Excerpted data:
*-*-*
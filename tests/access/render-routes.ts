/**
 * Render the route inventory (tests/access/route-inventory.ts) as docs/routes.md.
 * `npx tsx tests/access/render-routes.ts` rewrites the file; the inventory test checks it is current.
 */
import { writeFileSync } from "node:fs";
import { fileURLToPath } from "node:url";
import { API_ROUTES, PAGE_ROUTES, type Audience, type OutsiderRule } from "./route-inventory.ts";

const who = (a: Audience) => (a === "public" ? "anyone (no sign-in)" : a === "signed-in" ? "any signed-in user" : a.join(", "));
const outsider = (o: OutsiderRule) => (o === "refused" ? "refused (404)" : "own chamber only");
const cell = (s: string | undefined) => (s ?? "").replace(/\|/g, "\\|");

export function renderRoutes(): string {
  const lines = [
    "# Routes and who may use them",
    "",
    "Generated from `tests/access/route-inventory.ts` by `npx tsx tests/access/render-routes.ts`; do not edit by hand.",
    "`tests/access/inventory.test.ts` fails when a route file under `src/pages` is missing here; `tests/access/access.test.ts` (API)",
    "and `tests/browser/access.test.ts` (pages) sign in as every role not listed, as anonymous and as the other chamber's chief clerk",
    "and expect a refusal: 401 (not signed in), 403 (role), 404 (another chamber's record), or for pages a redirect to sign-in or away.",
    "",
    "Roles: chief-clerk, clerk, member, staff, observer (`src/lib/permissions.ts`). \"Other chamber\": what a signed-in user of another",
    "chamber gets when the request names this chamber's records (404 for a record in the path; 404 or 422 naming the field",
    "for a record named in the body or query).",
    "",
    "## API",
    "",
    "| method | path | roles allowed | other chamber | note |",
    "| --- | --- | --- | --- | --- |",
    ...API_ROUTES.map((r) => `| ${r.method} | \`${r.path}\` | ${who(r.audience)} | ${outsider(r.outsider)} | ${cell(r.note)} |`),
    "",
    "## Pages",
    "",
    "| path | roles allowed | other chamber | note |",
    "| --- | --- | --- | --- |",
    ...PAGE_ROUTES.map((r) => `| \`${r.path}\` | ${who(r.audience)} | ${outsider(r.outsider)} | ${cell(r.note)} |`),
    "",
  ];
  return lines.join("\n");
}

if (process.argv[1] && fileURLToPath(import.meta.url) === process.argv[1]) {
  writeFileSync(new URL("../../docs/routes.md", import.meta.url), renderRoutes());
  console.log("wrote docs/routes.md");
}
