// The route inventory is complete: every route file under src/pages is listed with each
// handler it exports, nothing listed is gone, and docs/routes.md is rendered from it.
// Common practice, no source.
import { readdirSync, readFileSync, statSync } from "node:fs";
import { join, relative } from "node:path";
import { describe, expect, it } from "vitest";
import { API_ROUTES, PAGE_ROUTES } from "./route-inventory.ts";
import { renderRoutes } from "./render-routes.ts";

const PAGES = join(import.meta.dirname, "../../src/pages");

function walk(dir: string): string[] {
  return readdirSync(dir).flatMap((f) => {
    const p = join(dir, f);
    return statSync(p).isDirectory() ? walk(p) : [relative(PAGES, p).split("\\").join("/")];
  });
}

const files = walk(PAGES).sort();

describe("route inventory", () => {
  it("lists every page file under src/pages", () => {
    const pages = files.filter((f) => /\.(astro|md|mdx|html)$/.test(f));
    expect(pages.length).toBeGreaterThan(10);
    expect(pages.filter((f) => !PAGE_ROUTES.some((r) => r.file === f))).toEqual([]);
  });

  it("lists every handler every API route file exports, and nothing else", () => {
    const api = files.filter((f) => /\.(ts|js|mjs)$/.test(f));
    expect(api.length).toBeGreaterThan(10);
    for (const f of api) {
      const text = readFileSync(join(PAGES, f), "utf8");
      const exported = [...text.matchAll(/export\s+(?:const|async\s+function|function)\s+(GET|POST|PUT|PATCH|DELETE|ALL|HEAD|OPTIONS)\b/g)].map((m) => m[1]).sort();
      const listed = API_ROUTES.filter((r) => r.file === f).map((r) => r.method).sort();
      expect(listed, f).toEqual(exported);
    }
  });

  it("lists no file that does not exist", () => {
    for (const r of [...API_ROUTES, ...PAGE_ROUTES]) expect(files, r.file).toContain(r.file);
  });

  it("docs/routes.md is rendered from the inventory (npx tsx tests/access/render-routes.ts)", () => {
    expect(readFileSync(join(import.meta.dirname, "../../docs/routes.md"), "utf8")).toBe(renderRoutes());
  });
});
*-*-*
Assignment: Search the entries for the string "chief" and collect each line that has it.

Answer space:
    "and `tests/browser/access.test.ts` (pages) sign in as every role not listed, as anonymous and as the other chamber's chief clerk",
    "Roles: chief-clerk, clerk, member, staff, observer (`src/lib/permissions.ts`). \"Other chamber\": what a signed-in user of another",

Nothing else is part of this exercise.